9.9 In exceptional circumstances, the EC may permit members in Class A coming from countries with un-exchangeable currency to make other arrangements for payment of dues. This will be decided on a case-by-case basis.

9.10 The financial year will be the calendar year.

9.11 Expenses for specifically holding the General Assembly at any Congress may be borne by IMWA.

9.12 The EC may render, at its discretion, financial assistance to organiziat ng committees of international congresses, symposia, and other conferences which it sponsors or co-sponsors.

9.13 IMWA is not responsible for any debts and expenses incurred by a member unless previously authorised by the EC.

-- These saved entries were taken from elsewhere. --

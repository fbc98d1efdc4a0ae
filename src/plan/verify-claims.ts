/**
 * The claims a plan makes and how `fluxlane verify` recomputes each one: one table of
 * (claim, recompute, tolerance). A claim is a number the plan states (a gate's fidelity, an edge's
 * interaction frequency, a qubit's f12, ...); `recompute` derives the same number from the layout
 * and the files the plan names, without reading the claim; the claim holds when the two agree
 * within the tolerance |stated - recomputed| <= abs + rel * max(|stated|, |recomputed|) (phases
 * are compared modulo 2 pi). A claim that does not hold is a `plan-claim` violation naming its
 * path in plan.json, both values and the tolerance.
 *
 * Scopes: `plan` (top level), `qubit` (qubits.<id>), `edge` (edges[k]) and `gate` (edges[k].gate,
 * recomputed from its waveform file: the gate stage's simulator, src/sim/simulate-gate.ts, on the
 * model the designer used, src/sim/pair-model.ts, re-run on the file's samples). Adding a claim is
 * one entry in CLAIMS; its recomputation gets what it needs from the scope's environment.
 *
 * Tolerances: the re-simulation of a plan's own waveform reproduces the designer's numbers to
 * about 1e-8 rad in phases and 1e-12 in fidelities (the frame is tabulated over the waveform's
 * own E_J range instead of the designer's wider one); plan.json keeps 12 significant digits.
 * The tolerances below sit well above both and far below any edit that matters.
 */
import type { ExactQubitState } from './exact-state.js';
import type { PlanContext } from './context.js';
import type { QubitCrowding } from './crowding.js';
import type { PlanEdgeInput, PlanInput } from './plan-read.js';
import { slotNs } from './rules/cz-duration.js';
import type { Trajectory } from '../sim/trajectory.js';
import type { GateSimulation } from '../sim/simulate-gate.js';
import type { WaveformNoiseBudget } from '../budget/waveform-budget.js';
import type { RecomputedBudget } from './verify-budget.js';
import type { GateBudget } from './gate-budget.js';
import type { QubitIdleBudget } from './cycle-budget.js';

export type ClaimScope = 'plan' | 'qubit' | 'edge' | 'gate';
export type ClaimUnit = 'Hz' | 's' | 'rad' | 'Phi0' | '1';

/** What a claim's recomputation can use: the whole plan, and per scope its qubit or edge. */
export interface ClaimEnv {
  ctx: PlanContext;
  plan: PlanInput;
  /** Exact state of each qubit at the plan's parking frequency. */
  states: readonly ExactQubitState[];
  /** Exact static ZZ of each layout edge at the parking frequencies (GHz). */
  zzGHz: Float64Array;
  /** Margins recomputed by verify (per qubit, layout order). */
  crowding: readonly QubitCrowding[];
  /** The error budget recomputed by verify (./verify-budget.ts; gates by layout edge index). */
  budget: RecomputedBudget;
  /** qubit scope: the qubit's index. */
  qubit?: number;
  /** edge and gate scopes: the plan's edge and its layout edge index, mover and partner. */
  edge?: {
    input: PlanEdgeInput;
    index: number;
    mover: number;
    partner: number;
    /** The interaction frequency the gate really reaches (GHz): its waveform's plateau, else the plan's value. */
    interactionGHz: number;
    interactionFlux: number;
    /** Spectators moved for the gate. */
    parkedCount: number;
  };
  /** gate scope: the waveform the plan names and its re-simulation (computed on first use). */
  gate?: {
    waveform: Trajectory;
    /** Duration of the samples (ns). */
    durationNs: number;
    simulation(): GateSimulation;
    /** The gate stage's noise terms on the waveform (null when the plan claims no noisy fidelity). */
    noise(): WaveformNoiseBudget | null;
    /** 'estimate' or 'lindblad' when the plan claims a noisy fidelity. */
    noisyMethod: 'estimate' | 'lindblad' | null;
  };
}

export interface Claim {
  scope: ClaimScope;
  /** Path of the claim below its scope's object in plan.json (e.g. ['fidelity'] in a gate). */
  path: readonly (string | number)[];
  /** The quantity in words (messages). */
  what: string;
  unit: ClaimUnit;
  /** Where the recomputed value comes from, in words (messages). */
  from: string;
  /**
   * The claim recomputed, in plan.json's unit (SI); null when the plan's value should be null
   * (nothing to claim), undefined when this environment cannot recompute it (skipped).
   */
  recompute(env: ClaimEnv): number | null | undefined;
  tolerance: { abs: number; rel?: number };
  /** Compare modulo 2 pi (phases). */
  periodic?: boolean;
}

const GHZ = 1e9;
const NS = 1e-9;
const resim = 'the waveform re-simulated';

function sim(env: ClaimEnv): GateSimulation {
  return env.gate!.simulation();
}

function qubitState(env: ClaimEnv): ExactQubitState {
  return env.states[env.qubit!];
}

/** Finite numbers only: a recomputation that gives NaN has nothing to say. */
function finite(x: number): number | null {
  return Number.isFinite(x) ? x : null;
}

const BUDGET_FROM = 'the budget recomputed from the layout, the plan\'s choices and its waveforms';

/**
 * The budget's tolerance: the re-simulation reproduces the gate stage's terms to about 1e-10 (the
 * frame tabulated over the waveform's own E_J range), the rest is the same arithmetic on the same
 * recomputed inputs; plan.json keeps 12 significant digits.
 */
const BUDGET_TOLERANCE = { abs: 1e-9, rel: 1e-6 };

const GATE_BUDGET_TERMS: readonly [keyof GateBudget & string, string][] = [
  ['coherent', 'coherent error'], ['t1', 'T1'], ['whiteDephasing', 'white dephasing'], ['fluxNoise', 'quasi-static flux noise'],
  ['spectators', 'spectators'], ['sweptCrossings', 'swept crossings'], ['spectatorMoves', 'spectator moves'], ['total', 'total'],
  ['spectatorLeakage', 'leakage the spectators add'],
];

const IDLE_TERMS: readonly [Exclude<keyof QubitIdleBudget, 'idleNs'> | 'idleTime', string][] = [
  ['t1', 'T1'], ['dephasing', 'dephasing'], ['zz', 'residual ZZ'], ['thermal', 'thermal excitation'], ['total', 'total'], ['idleTime', 'idle time in the cycle'],
];

function gateBudgetTerm(env: ClaimEnv, key: keyof GateBudget & string): number | null {
  const b = env.budget.gates[env.edge!.index];
  if (!b) return null;
  const v = b[key];
  return typeof v === 'number' ? finite(v) : null;
}

/** The claims verify checks, by scope. The lead's error budget adds its rows here. */
export const CLAIMS: readonly Claim[] = [
  // qubits.<id>: the transmon at its parking frequency (exact spectrum, src/plan/exact-state.ts)
  { scope: 'qubit', path: ['parkingFlux'], what: 'parking flux', unit: 'Phi0', from: 'the parking frequency', tolerance: { abs: 1e-7 },
    recompute: (env) => qubitState(env).flux },
  { scope: 'qubit', path: ['f12'], what: 'f12 at parking', unit: 'Hz', from: 'the parking frequency', tolerance: { abs: 1e3, rel: 1e-9 },
    recompute: (env) => qubitState(env).f12GHz * GHZ },
  { scope: 'qubit', path: ['anharmonicity'], what: 'anharmonicity at parking', unit: 'Hz', from: 'the parking frequency', tolerance: { abs: 1e3, rel: 1e-9 },
    recompute: (env) => qubitState(env).anharmonicityGHz * GHZ },
  { scope: 'qubit', path: ['fabricationSpread'], what: 'expected frequency spread', unit: 'Hz', from: 'the parking frequency', tolerance: { abs: 1e3, rel: 1e-6 },
    recompute: (env) => qubitState(env).sigmaGHz * GHZ },
  { scope: 'qubit', path: ['t1'], what: 'T1', unit: 's', from: 'the layout', tolerance: { abs: 0, rel: 1e-9 },
    recompute: (env) => finite(qubitState(env).t1Ns * NS) },
  { scope: 'qubit', path: ['tphi'], what: 'T_phi at parking', unit: 's', from: 'the parking frequency', tolerance: { abs: 0, rel: 1e-6 },
    recompute: (env) => finite(qubitState(env).tphiNs * NS) },
  { scope: 'qubit', path: ['t2'], what: 'T2 at parking', unit: 's', from: 'the parking frequency', tolerance: { abs: 0, rel: 1e-6 },
    recompute: (env) => finite(qubitState(env).t2Ns * NS) },
  { scope: 'qubit', path: ['margin'], what: 'collision margin', unit: 'Hz', from: 'the plan\'s frequencies', tolerance: { abs: 1e4, rel: 1e-6 },
    recompute: (env) => finite(env.crowding[env.qubit!].marginGHz * GHZ) },

  // edges[k]: the pair at its parking frequencies and where the gate goes
  { scope: 'edge', path: ['zz'], what: 'static ZZ at idle', unit: 'Hz', from: 'the parking frequencies (exact dressed levels)', tolerance: { abs: 1, rel: 1e-6 },
    recompute: (env) => env.zzGHz[env.edge!.index] * GHZ },
  { scope: 'edge', path: ['interactionFrequency'], what: 'interaction frequency', unit: 'Hz', from: 'the waveform\'s plateau', tolerance: { abs: 1e4 },
    recompute: (env) => (env.gate ? env.edge!.interactionGHz * GHZ : undefined) },
  { scope: 'edge', path: ['moverInteractionFlux'], what: 'mover flux at the interaction point', unit: 'Phi0', from: 'the waveform\'s plateau', tolerance: { abs: 1e-6 },
    recompute: (env) => (env.gate ? env.edge!.interactionFlux : undefined) },
  { scope: 'edge', path: ['slotDuration'], what: 'slot duration (the gate and its spectator moves)', unit: 's', from: 'the waveform\'s samples and the spectator moves on the AWG grid', tolerance: { abs: 1e-12 },
    recompute: (env) => (env.gate ? slotNs(env.gate.durationNs, env.edge!.parkedCount > 0, env.edge!.input.rampTime * GHZ, env.ctx.rules) * NS : undefined) },

  // edges[k].gate: the designed CZ, from its waveform file
  { scope: 'gate', path: ['duration'], what: 'gate duration', unit: 's', from: 'the waveform\'s samples', tolerance: { abs: 1e-12 },
    recompute: (env) => env.gate!.durationNs * NS },
  { scope: 'gate', path: ['interactionFrequency'], what: 'interaction frequency', unit: 'Hz', from: 'the waveform\'s plateau', tolerance: { abs: 1e4 },
    recompute: (env) => env.edge!.interactionGHz * GHZ },
  { scope: 'gate', path: ['conditionalPhase'], what: 'conditional phase', unit: 'rad', from: resim, tolerance: { abs: 1e-5 }, periodic: true,
    recompute: (env) => sim(env).conditionalPhase },
  { scope: 'gate', path: ['leakage'], what: 'leakage', unit: '1', from: resim, tolerance: { abs: 1e-7, rel: 1e-4 },
    recompute: (env) => sim(env).leakage },
  { scope: 'gate', path: ['fidelity'], what: 'coherent fidelity', unit: '1', from: resim, tolerance: { abs: 1e-7 },
    recompute: (env) => sim(env).fidelity },
  { scope: 'gate', path: ['fidelityNoisy'], what: 'fidelity with decoherence', unit: '1', from: `${resim} with decoherence and averaged over quasi-static flux offsets`, tolerance: { abs: 1e-6 },
    recompute: (env) => {
      const n = env.gate!.noise();
      return n === null ? null : finite(n.fidelityNoisy);
    } },
  { scope: 'gate', path: ['decoherenceEstimate'], what: 'first-order decoherence error', unit: '1', from: `${resim} with decoherence`, tolerance: { abs: 1e-7, rel: 1e-5 },
    recompute: (env) => (env.gate!.noisyMethod === null ? null : sim(env).decoherenceEstimate) },
  { scope: 'gate', path: ['virtualZ', 'a'], what: 'virtual-Z phase a', unit: 'rad', from: resim, tolerance: { abs: 1e-5 }, periodic: true,
    recompute: (env) => sim(env).virtualZ.a },
  { scope: 'gate', path: ['virtualZ', 'b'], what: 'virtual-Z phase b', unit: 'rad', from: resim, tolerance: { abs: 1e-5 }, periodic: true,
    recompute: (env) => sim(env).virtualZ.b },

  // the error budget (README physics conventions sec. 4): each gate's, each qubit's idle budget, the cycle
  ...GATE_BUDGET_TERMS.flatMap(([key, what]) => (['edge', 'gate'] as const).map((scope): Claim => ({
    scope, path: ['budget', key], what: `error budget: ${what}`, unit: '1', from: BUDGET_FROM, tolerance: BUDGET_TOLERANCE,
    recompute: (env) => gateBudgetTerm(env, key),
  }))),
  ...IDLE_TERMS.map(([key, what]): Claim => ({
    scope: 'qubit', path: ['idle', key], what: `idle budget: ${what}`, unit: key === 'idleTime' ? 's' : '1', from: 'the parking point, the slots and the layers', tolerance: key === 'idleTime' ? { abs: 1e-12 } : BUDGET_TOLERANCE,
    recompute: (env) => {
      const q = env.budget.cycle.qubits[env.qubit!];
      return key === 'idleTime' ? q.idleNs * NS : finite(q[key]);
    },
  })),
  { scope: 'plan', path: ['cycle', 'duration'], what: 'reference cycle duration', unit: 's', from: 'the slots and the layers', tolerance: { abs: 1e-12 },
    recompute: (env) => env.budget.cycle.durationNs * NS },
  ...(['error', 'gates', 'idles'] as const).map((key): Claim => ({
    scope: 'plan', path: ['cycle', key], what: `reference cycle error (${key})`, unit: '1', from: BUDGET_FROM, tolerance: BUDGET_TOLERANCE,
    recompute: (env) => finite(env.budget.cycle[key]),
  })),
];

/** |stated - recomputed| (modulo 2 pi for phases). */
export function claimDifference(claim: Claim, stated: number, recomputed: number): number {
  const d = stated - recomputed;
  if (!claim.periodic) return Math.abs(d);
  const w = d - 2 * Math.PI * Math.round(d / (2 * Math.PI));
  return Math.abs(w);
}

/** True when the claim holds within its tolerance. */
export function claimHolds(claim: Claim, stated: number | null, recomputed: number | null): boolean {
  if (stated === null || recomputed === null) return stated === recomputed;
  const allowed = claim.tolerance.abs + (claim.tolerance.rel ?? 0) * Math.max(Math.abs(stated), Math.abs(recomputed));
  return claimDifference(claim, stated, recomputed) <= allowed;
}

/** A number in a claim's unit for messages. */
export function formatClaimValue(x: number | null, unit: ClaimUnit): string {
  if (x === null) return 'null';
  switch (unit) {
    case 'Hz':
      if (Math.abs(x) >= 1e8) return `${(x * 1e-9).toFixed(6)} GHz`;
      if (Math.abs(x) >= 1e5) return `${(x * 1e-6).toFixed(4)} MHz`;
      if (Math.abs(x) >= 1e3) return `${shortNumber(x * 1e-3, 6)} kHz`;
      return `${shortNumber(x, 6)} Hz`;
    case 's':
      return Math.abs(x) < 1e-6 ? `${shortNumber(x * 1e9, 7)} ns` : `${shortNumber(x * 1e6, 7)} us`;
    case 'rad':
      return `${shortNumber(x, 8)} rad`;
    case 'Phi0':
      return `${shortNumber(x, 8)} Phi0`;
    default:
      return shortNumber(x, 9);
  }
}

/** A number to `digits` significant digits, exponent form below 1e-3: 0.999985053, 1e-7. */
export function shortNumber(v: number, digits: number): string {
  const r = Number(v.toPrecision(digits));
  return r !== 0 && (Math.abs(r) < 1e-3 || Math.abs(r) >= 1e9) ? r.toExponential().replace('e+', 'e') : String(r);
}

/** The README's table of the claims verify checks (generated by npm run generated). */
export function claimsTableMarkdown(): string {
  const scopePath: Record<ClaimScope, string> = { plan: '', qubit: 'qubits.<id>.', edge: 'edges[].', gate: 'edges[].gate.' };
  const tol = (c: Claim): string => {
    const abs = c.tolerance.abs === 0 ? '' : formatClaimValue(c.tolerance.abs, c.unit);
    const rel = c.tolerance.rel ? `${shortNumber(c.tolerance.rel, 3)} relative` : '';
    return [abs, rel].filter(Boolean).join(' + ') + (c.periodic ? ' (modulo 2 pi)' : '');
  };
  return [
    '| claim | recomputed from | tolerance |',
    '|---|---|---|',
    ...CLAIMS.map((c) => `| \`${scopePath[c.scope]}${c.path.join('.')}\` (${c.what}) | ${c.from} | ${tol(c)} |`),
  ].join('\n');
}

Section X – GENERAL PROVISIONS

10.1 If any major decision requiring voting by the Voting Members is required between meetings of the General Assembly, a postal or electronic ballot may be utilised and a decision taken on a simple majority of votes cast, provided that at least 50% plus one of the Voting Members have voted. The Secretary General will be responsible for conducting any such postal or electronic ballots. Such a decision will be considered as if it had been reached by the General Assembly. The deadline for casting a vote will be three (3) months after sending the ballot.

10.2 The General Assembly may, subject to the general provisions of the By-Laws, adopt any Amendments it deems necessary to achieve the aims and govern the activity of IMWA. Such an Amendment will be established or amended by a 2/3 majority of votes cast by the General Assembly by direct, electronic, or postal ballot.

10.3 The procedure for dissolution of IMWA is the same as for amending the By-Laws (Section 10.2).

10.4 The EC will determine the manner of disposing of any properties of IMWA upon its dissolution.